The register is authoritative. The HKMA has been explicit: members of the public and market participants should verify the status of any purported stablecoin issuer against the Register of Licensed Stablecoin Issuers. Any entity claiming to issue stablecoins in Hong Kong without appearing on that register is operating unlawfully. Given the HKMA’s track record in pursuing unlicensed financial activity, this is not a theoretical risk.

Fraud risk is already being flagged. It is notable that the HKMA’s announcement, on the very day of the first licence grants, included a specific public warning about “fraudulent activities or scams that are purported to be associated with the licensees or their stablecoin issuance”. Those advising retail platforms, exchanges, or payment service providers should ensure that their clients have adequate procedures for verifying the provenance of any stablecoin instrument they propose to list, distribute or facilitate.

HKD Stablecoin launches are imminent but not immediate. Both licensees have indicated that they intend to launch their HKD-referenced stablecoins in the second half of 2026.

The licensing pipeline will grow. The HKMA is unlikely to have processed only two applications in the period since the Stablecoins Ordinance came into force. It is reasonable to expect that further licence grants will follow as remaining applications are assessed.

Intersection with existing regulatory frameworks. Practitioners should be attentive to the interaction between the Stablecoins Ordinance regime and Hong Kong’s existing financial services regulatory architecture — including the licensing requirements under the Securities and Futures Ordinance for dealing in or advising on securities, the Payment Systems and Stored Value Facilities Ordinance, and the anti-money laundering obligations arising under the Anti-Money Laundering and Counter-Terrorist Financing Ordinance. Stablecoin issuance does not exist in a regulatory vacuum; depending on the design of the instrument and the nature of the issuer’s broader activities, multiple regulatory touchpoints may be engaged simultaneously.

The Broader Picture: Hong Kong’s Strategic Wager

Stepping back from the immediate legal technicalities, the HKMA’s announcement is both an important statement of economic strategy and a regulatory event.

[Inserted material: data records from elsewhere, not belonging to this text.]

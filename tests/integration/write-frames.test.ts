import fc from 'fast-check';
import type pg from 'pg';
import { afterAll, beforeAll, expect, it } from 'vitest';
import { connect } from '../../src/server/db/pools';
import { ensureDays, writeFrames } from '../../src/server/queries/ingest-frames';
import type { FrameRow } from '../../src/server/queries/ingest-rows';
import { testDatabase, type TestDatabase } from '../support/database';
import { testFleet } from '../support/fleet';

/** Frames that come new, twice, in parts and out of order: a model without a database says what is kept of them. */

const SLOTS = 5;
const startS = Math.floor(Date.now() / 60_000) * 60 - 3600;

let db: TestDatabase;
let client: pg.Client;
let siteId: number;
let strings: number[];

beforeAll(async () => {
  db = await testDatabase();
  const site = (await testFleet(db, ['Weirside Clinic'])).site('Weirside Clinic');
  siteId = site.id;
  strings = [...site.strings.values()].slice(0, 3).map((s) => s.id);
  client = await connect('ingest');
  await ensureDays(client, new Date((startS - 86_400) * 1000), new Date());
});
afterAll(async () => {
  await client.end();
  await db.drop();
});

interface Came {
  string: number;
  minute: number;
  /** Which slots reported. */
  slots: boolean[];
  value: number;
  output: boolean;
}
const batch = fc.uniqueArray(
  fc.record<Came>({
    string: fc.nat(2),
    minute: fc.nat(4),
    slots: fc.array(fc.boolean(), { minLength: SLOTS, maxLength: SLOTS }),
    value: fc.integer({ min: -2000, max: 20_000 }),
    output: fc.boolean(),
  }),
  // an incomplete frame never shares a batch with another of its string: here one frame a string
  { selector: (c) => c.string, minLength: 1, maxLength: 3 },
);

function rowOf({ string, minute, slots, value, output }: Came): FrameRow {
  const values = slots.map((heard, i) => (heard ? value + i : null));
  return {
    stringId: strings[string]!,
    siteId,
    at: startS + 60 * minute,
    voltage: values,
    voltageIn: output ? null : values,
    current: values.map((v) => (v === null ? null : Math.abs(v))),
    power: output ? values : null,
    temperature: slots.map((heard, i) => (heard && i !== 2 ? Math.abs(value) % 900 : null)),
    signal: slots.map((heard) => (heard ? -60 : null)),
    via: slots.map((heard, i) => (heard ? i : null)),
    state: slots.map((heard) => (heard ? 1 : null)),
  };
}

type Values = (number | null)[];
const COLUMNS = {
  voltage: 'voltage',
  voltage_in: 'voltageIn',
  current: 'current',
  power: 'power',
  temperature: 'temperature',
  signal: 'signal',
  via: 'via',
  state: 'state',
} as const;
type Kept = Record<keyof typeof COLUMNS, Values | null>;
const columns = Object.keys(COLUMNS) as (keyof typeof COLUMNS)[];
const keptOf = (row: FrameRow): Kept =>
  Object.fromEntries(columns.map((c) => [c, row[COLUMNS[c]]])) as unknown as Kept;

/** Slot by slot `take(i)` says whether the second one's value goes; where one has no such column the other stands. */
const slotwise = (a: Kept, b: Kept, take: (i: number, x: number | null) => boolean): Kept =>
  Object.fromEntries(
    columns.map((c) => {
      const [x, y] = [a[c], b[c]];
      return [c, x && y ? x.map((v, i) => (take(i, v) ? y[i]! : v)) : (x ?? y)];
    }),
  ) as unknown as Kept;

it('is what a model says, whichever way frames come', async () => {
  await fc.assert(
    fc.asyncProperty(fc.array(batch, { minLength: 1, maxLength: 10 }), async (batches) => {
      await db.owner.query('truncate string_frame, string_state');
      const frames = new Map<string, Kept>();
      const newest = new Map<number, { kept: Kept; seen: number[]; atS: number }>();
      for (const came of batches) {
        const rows = came.map(rowOf);
        await writeFrames(client, rows, new Date(0));
        for (const row of rows) {
          const key = `${row.stringId} ${row.at}`;
          const kept = keptOf(row);
          const there = frames.get(key);
          const added = row.state.some((s, i) => s !== null && (there?.state?.[i] ?? null) === null);
          frames.set(key, there && added ? slotwise(there, kept, (_, v) => v === null) : (there ?? kept));
          const seen = row.state.map((s) => (s === null ? 0 : row.at));
          const known = newest.get(row.stringId);
          if (!known) newest.set(row.stringId, { kept, seen, atS: row.at });
          else {
            const later = seen.map((s, i) => s > known.seen[i]!);
            const replaces = row.at > known.atS && !row.state.includes(null);
            if (replaces || row.at > known.atS || later.includes(true))
              newest.set(row.stringId, {
                kept: replaces ? kept : slotwise(known.kept, kept, (i) => later[i]!),
                seen: seen.map((s, i) => Math.max(s, known.seen[i]!)),
                atS: Math.max(row.at, known.atS),
              });
          }
        }
      }
      const list = columns.join(', ');
      const { rows: got } = await db.owner.query<Kept & { key: string }>(
        `select string_id || ' ' || extract(epoch from at)::int4 as key, ${list} from string_frame`,
      );
      expect(Object.fromEntries(got.map(({ key, ...kept }) => [key, kept]))).toEqual(
        Object.fromEntries(frames),
      );
      const { rows: states } = await db.owner.query<Kept & { id: number; seen: number[]; atS: number }>(
        `select string_id as id, seen, extract(epoch from at)::int4 as "atS", ${list} from string_state`,
      );
      expect(
        Object.fromEntries(states.map(({ id, seen, atS, ...kept }) => [id, { kept, seen, atS }])),
      ).toEqual(Object.fromEntries(newest));
    }),
    { numRuns: 40 },
  );
});

it('is written day after day on one connection, which keeps no statement of days past', async () => {
  const DAYS = 9;
  await db.owner.query('truncate string_frame, string_state, rollup_dirty');
  await ensureDays(client, new Date((startS - DAYS * 86_400) * 1000), new Date());
  const frame = (day: number, minute: number): FrameRow => ({
    ...rowOf({
      string: day % 3,
      minute,
      slots: Array(SLOTS).fill(true) as boolean[],
      value: day,
      output: true,
    }),
    at: startS - (DAYS - day) * 86_400 + 60 * minute,
  });
  const day = (n: number): FrameRow[] => [frame(n, 0), frame(n, 1)];
  const before = new Date((startS + 3600) * 1000);
  // two days in one batch, then each by itself, and an old one at last
  await writeFrames(client, [...day(1), ...day(4)], before);
  for (const n of [2, 3, 5, 6, 7, 8]) await writeFrames(client, day(n), before);
  await writeFrames(client, day(0), before);
  const { rows } = await db.owner.query<{ id: number; atS: number; voltage: Values; frames: number }>(
    `select string_id as id, extract(epoch from at)::int4 as "atS", voltage,
       (select count(*)::int4 from string_frame f where f.string_id = s.string_id) as frames
     from string_state s order by string_id`,
  );
  expect(rows).toEqual(
    [6, 7, 8].map((n) => ({
      id: strings[n % 3],
      atS: frame(n, 1).at,
      voltage: [n, n + 1, n + 2, n + 3, n + 4],
      frames: 6,
    })),
  );
  const { rows: dirty } = await db.owner.query<{ n: number }>('select count(*)::int4 as n from rollup_dirty');
  expect(dirty[0]?.n).toBeGreaterThanOrEqual(DAYS);
  const { rows: kept } = await client.query<{ n: number }>(
    `select count(*)::int4 as n from pg_prepared_statements where name like 'write_newest%'`,
  );
  expect(kept[0]?.n).toBeLessThanOrEqual(6);
});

Hong Kong has spent the past several years making a deliberate and, at times, contrarian bet on digital assets. At a moment when other major financial centres have oscillated between enthusiasm and alarm, the SAR has chosen to build infrastructure — legal, regulatory, and institutional — for a digital asset market it expects to matter. The Virtual Asset Service Provider licensing regime, the regulatory framework for tokenisation, and now the Stablecoins Ordinance form a coherent, if still incomplete, architecture.

The presence of HSBC and Standard Chartered’s joint venture on the inaugural register is particularly significant. It is not merely that large banks have opted to enter a new product category. It is that two of the world’s most internationally recognised financial institutions have concluded that Hong Kong’s stablecoin regulatory framework is sufficiently credible and robust to pursue a new business line.

Hong Kong Positions itself as International Crypto Hub

Following the launch of public consultations earlier this year, Hong Kong’s Securities and Futures Commission (the SFC) is proposing to bring virtual asset dealing, advising, custodianship and management within the regulatory perimeter later this year. With the exception of custodianship, these virtual asset activities are already regulated to the extent they are provided by SFC-licensed entities. The amending legislation will formalise the existing obligations and extend licensing to virtual asset custodians. Together, the virtual asset legislation introduced in Hong Kong over the past few years implement a comprehensive virtual asset regulatory framework subjecting virtual asset activities to the same money laundering, counter-terrorist financing and sanctions checks as equivalent securities-related activities in compliance with FIFA recommendations.